Reasons to avoid frameworks ❌
- Often immature with frequent bugs and unclear documentation
- Breaking API changes
- Many dependencies
- Force programming in “framework way”
- Many have a monolithic design, instead of composable unix philosophy
- Tendency to reinvent the wheel in a less production grade way
- Steep learning curve, depending on the framework
As a case study, the AI test automation company Octomind wrote an article comparing LangChain to vanilla Python, explaining why they moved away from frameworks altogether.
Trace every step
Regardless of whether you use an agent framework or not, effective monitoring is a must. The first thing to put into place is a system that logs every step of the workflow: user inputs, transformed inputs, tool choices, tool calls, tool call results, reasoning tokens, output, latency, token usage, etc. The best and easiest time to set this up is right at the start of the project. As the project grows, set up a dashboard and alerts for critical metrics.
There’s no substitute for manual inspection
Manual inspection of data has probably the highest value-to-prestige ratio of any activity in machine learning.

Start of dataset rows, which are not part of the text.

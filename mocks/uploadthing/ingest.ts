import { createHash } from "node:crypto";
import type { IncomingMessage, ServerResponse } from "node:http";
import { callbackPayload, deliverHook, errorPayload, fileUrls, type FileUrls } from "./callback";
import type { FakeContext } from "./context";
import { header, HttpError, readBody, sendJson } from "./http-util";
import type { Registration } from "./registrations";
import { verifySignedUrl, type SignedParams } from "./signing";
import type { Acl, ContentDisposition, StoredFile } from "./store";

// Room for the multipart envelope around the file's bytes.
const MULTIPART_ALLOWANCE = 64 * 1024;

/** HEAD and PUT on a presigned URL `<ingest>/<key>?expires=…&x-ut-…&signature=…`. */
export async function handleIngest(
  req: IncomingMessage,
  res: ServerResponse,
  ctx: FakeContext,
  key: string,
): Promise<void> {
  const check = verifySignedUrl(req.url ?? "/", header(req, "host") ?? "", ctx.apiKey);
  if (!check.ok) return refuse(req, res, 403, check.reason);
  const params = check.params;
  if (params.get("x-ut-identifier") !== ctx.appId) return refuse(req, res, 403, "Presigned URL is for another app");
  const declaredSize = Number(params.get("x-ut-file-size"));
  if (!Number.isSafeInteger(declaredSize) || declaredSize < 0) {
    return refuse(req, res, 400, "Presigned URL has no valid x-ut-file-size");
  }
  const existing = await ctx.store.get(key);

  if (req.method === "HEAD") {
    // Bytes already held; the client resumes from here. The fake keeps no partial uploads.
    res.writeHead(200, { "x-ut-range-start": existing ? String(existing.size) : "0", "content-length": "0" });
    res.end();
    return;
  }

  if (existing) {
    req.resume();
    return sendJson(res, 200, putResult(fileUrls(ctx.publicUrl, ctx.appId, key), existing, existing.serverData));
  }
  if (rangeStart(header(req, "range")) !== 0) {
    return refuse(req, res, 416, "No partial upload is held for this file; start from byte 0");
  }

  const slug = params.get("x-ut-slug");
  const reg = slug ? await ctx.registrations.find(key, ctx.registrationTimeoutMs) : undefined;
  if (slug && !reg) return refuse(req, res, 400, "This upload was never registered with /route-metadata");
  if (reg && reg.callbackSlug !== slug) return refuse(req, res, 403, "Presigned URL slug does not match its registration");

  const body = await readBody(req, declaredSize + MULTIPART_ALLOWANCE);
  const { bytes, blobType } = await extractFile(body, header(req, "content-type"));
  if (bytes.length !== declaredSize) {
    const reason = `Received ${bytes.length} bytes but the presigned URL allows exactly ${declaredSize}`;
    if (reg) await failRegistered(ctx, reg, key, reason);
    return sendJson(res, 400, { error: reason });
  }

  const file = describe(key, params, bytes, blobType);
  await ctx.store.save(file, bytes);
  const urls = fileUrls(ctx.publicUrl, ctx.appId, key);
  // Server-side uploads (UTApi.uploadFiles) carry no slug: no registration, no callback.
  if (!reg) return sendJson(res, 200, putResult(urls, file, undefined));
  await completeRegistered(res, ctx, reg, file, urls);
}

async function completeRegistered(
  res: ServerResponse,
  ctx: FakeContext,
  reg: Registration,
  file: StoredFile,
  urls: FileUrls,
): Promise<void> {
  const payload = callbackPayload(file, urls, reg.metadata, ctx.publicUrl);
  if (!reg.awaitServerData) {
    sendJson(res, 200, putResult(urls, file, null));
    const delivery = await deliverHook(reg, "callback", payload, ctx.apiKey, ctx.callbackTimeoutMs);
    if (!delivery.ok) ctx.warn(`${file.key}: ${delivery.reason}`);
    ctx.registrations.finish(file.key);
    return;
  }
  const result = ctx.registrations.expectResult(file.key, ctx.callbackTimeoutMs);
  const delivery = await deliverHook(reg, "callback", payload, ctx.apiKey, ctx.callbackTimeoutMs);
  ctx.registrations.finish(file.key);
  if (!delivery.ok) {
    ctx.registrations.deliverResult(file.key, { error: delivery.reason });
    return sendJson(res, 500, { error: delivery.reason });
  }
  const outcome = await result;
  if (!outcome) return sendJson(res, 500, { error: "Timed out waiting for the app's onUploadComplete result" });
  if ("error" in outcome) return sendJson(res, 500, { error: outcome.error });
  await ctx.store.update(file.key, { serverData: outcome.callbackData });
  sendJson(res, 200, putResult(urls, file, outcome.callbackData));
}

async function failRegistered(ctx: FakeContext, reg: Registration, key: string, reason: string): Promise<void> {
  const delivery = await deliverHook(reg, "error", errorPayload(key, reason), ctx.apiKey, ctx.callbackTimeoutMs);
  if (!delivery.ok) ctx.warn(`${key}: ${delivery.reason}`);
  ctx.registrations.finish(key);
}

/** The JSON the client's XHR resolves with: { url, appUrl, ufsUrl, fileHash, serverData }. */
function putResult(urls: FileUrls, file: StoredFile, serverData: unknown): Record<string, unknown> {
  const base: Record<string, unknown> = { ...urls, fileHash: file.fileHash };
  return serverData === undefined ? base : { ...base, serverData };
}

function describe(key: string, params: SignedParams, bytes: Buffer, blobType: string | null): StoredFile {
  const disposition = params.get("x-ut-content-disposition");
  const acl = params.get("x-ut-acl");
  return {
    key,
    name: params.get("x-ut-file-name") ?? key,
    size: bytes.length,
    type: params.get("x-ut-file-type") || blobType || "application/octet-stream",
    customId: params.get("x-ut-custom-id"),
    acl: (acl === "private" ? "private" : "public-read") satisfies Acl,
    contentDisposition: (disposition === "attachment" ? "attachment" : "inline") satisfies ContentDisposition,
    fileHash: createHash("md5").update(bytes).digest("hex"),
    uploadedAt: Date.now(),
    slug: params.get("x-ut-slug"),
  };
}

/** The SDK sends multipart form data with one field "file"; a raw body is accepted too. */
async function extractFile(
  body: Buffer,
  contentType: string | undefined,
): Promise<{ bytes: Buffer; blobType: string | null }> {
  if (!contentType?.toLowerCase().startsWith("multipart/form-data")) return { bytes: body, blobType: null };
  let form: FormData;
  try {
    form = await new Response(new Blob([new Uint8Array(body)]), { headers: { "content-type": contentType } }).formData();
  } catch {
    throw new HttpError(400, "Malformed multipart body");
  }
  const file = form.get("file");
  if (!(file instanceof Blob)) throw new HttpError(400, 'Multipart body has no "file" field');
  return { bytes: Buffer.from(await file.arrayBuffer()), blobType: file.type || null };
}

function rangeStart(range: string | undefined): number {
  if (!range) return 0;
  const m = /^bytes=(\d+)-$/.exec(range.trim());
  return m?.[1] ? Number(m[1]) : -1;
}

function refuse(req: IncomingMessage, res: ServerResponse, status: number, reason: string): void {
  req.resume();
  if (req.method === "HEAD") {
    res.writeHead(status, { "content-length": "0" });
    res.end();
    return;
  }
  sendJson(res, status, { error: reason });
}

Greg Brockman, President and co-founder of OpenAI
Before going to automatic tests, LLM as judge etc., inspect some workflows manually using the monitoring system. Check the input, the tool calls, the intermittent reasoning tokens, and the output. Many problems can be diagnosed this way. In addition, it peels away some of the “magic” that agentic frameworks by showing the prompts and tool calls. Hamel Husain put it well in an article, asking “Show me the prompt” of every LLM library. Manual inspection keeps yielding insights, even after automatic evals are in place.

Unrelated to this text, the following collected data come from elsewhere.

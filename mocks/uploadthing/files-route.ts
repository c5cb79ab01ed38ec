import type { IncomingMessage, ServerResponse } from "node:http";
import type { FakeContext } from "./context";
import { header, sendJson } from "./http-util";
import { verifySignedUrl } from "./signing";
import type { StoredFile } from "./store";

/**
 * GET/HEAD /f/<key> (ufsUrl and the old url) and /a/<appId>/<key> (appUrl and
 * UTApi.generateSignedURL with ufsAppIdLocation "path"). Returns the key, or null if the path
 * is not a file path.
 */
export function fileKeyFromPath(pathname: string, appId: string): string | null {
  const parts = pathname.split("/").filter(Boolean);
  if (parts.length === 2 && parts[0] === "f") return parts[1] ?? null;
  if (parts.length === 3 && parts[0] === "a" && parts[1] === appId) return parts[2] ?? null;
  return null;
}

export async function handleFile(
  req: IncomingMessage,
  res: ServerResponse,
  ctx: FakeContext,
  key: string,
): Promise<void> {
  const file = await ctx.store.get(key);
  if (!file) return sendJson(res, 404, { error: "File not found" });
  const target = req.url ?? "/";
  const signed = target.includes("signature=");
  // Private files need a signed, unexpired URL; a signature on a public file must still be valid.
  if (file.acl === "private" || signed) {
    const check = verifySignedUrl(target, header(req, "host") ?? "", ctx.apiKey);
    if (!check.ok) return sendJson(res, 403, { error: check.reason });
  }
  const bytes = await ctx.store.read(key);
  res.writeHead(200, {
    "content-type": file.type,
    "content-length": String(bytes.length),
    "content-disposition": disposition(file),
    "cache-control": file.acl === "private" ? "private, no-store" : "no-cache",
    etag: `"${file.fileHash}"`,
  });
  res.end(req.method === "HEAD" ? undefined : bytes);
}

function disposition(file: StoredFile): string {
  const ascii = file.name.replace(/[^\x20-\x7e]|["\\]/g, "_");
  return `${file.contentDisposition}; filename="${ascii}"; filename*=UTF-8''${encodeURIComponent(file.name)}`;
}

Conclusion: Build as agentic as needed, not as agentic as possible
As shown by benchmark scores and user reviews, agentic AI is currently a “65% solution”. There are impressive demos, but the real world is messy. The gap needs to be bridged by careful safeguards, domain-specific heuristics, smart task framing, and human oversight. Much like operating a self-driving car, users need to stay alert and be ready to take control at any moment. However, consider that human workers also make mistakes - perfection is not a realistic benchmark.
From a business perspective, there is still an enormous amount of value to be realized by simpler uses of generative AI. Going all-in on agentic AI may not be necessary. Consider the pros and cons listed above and locate the task at hand on the four-level agency scale.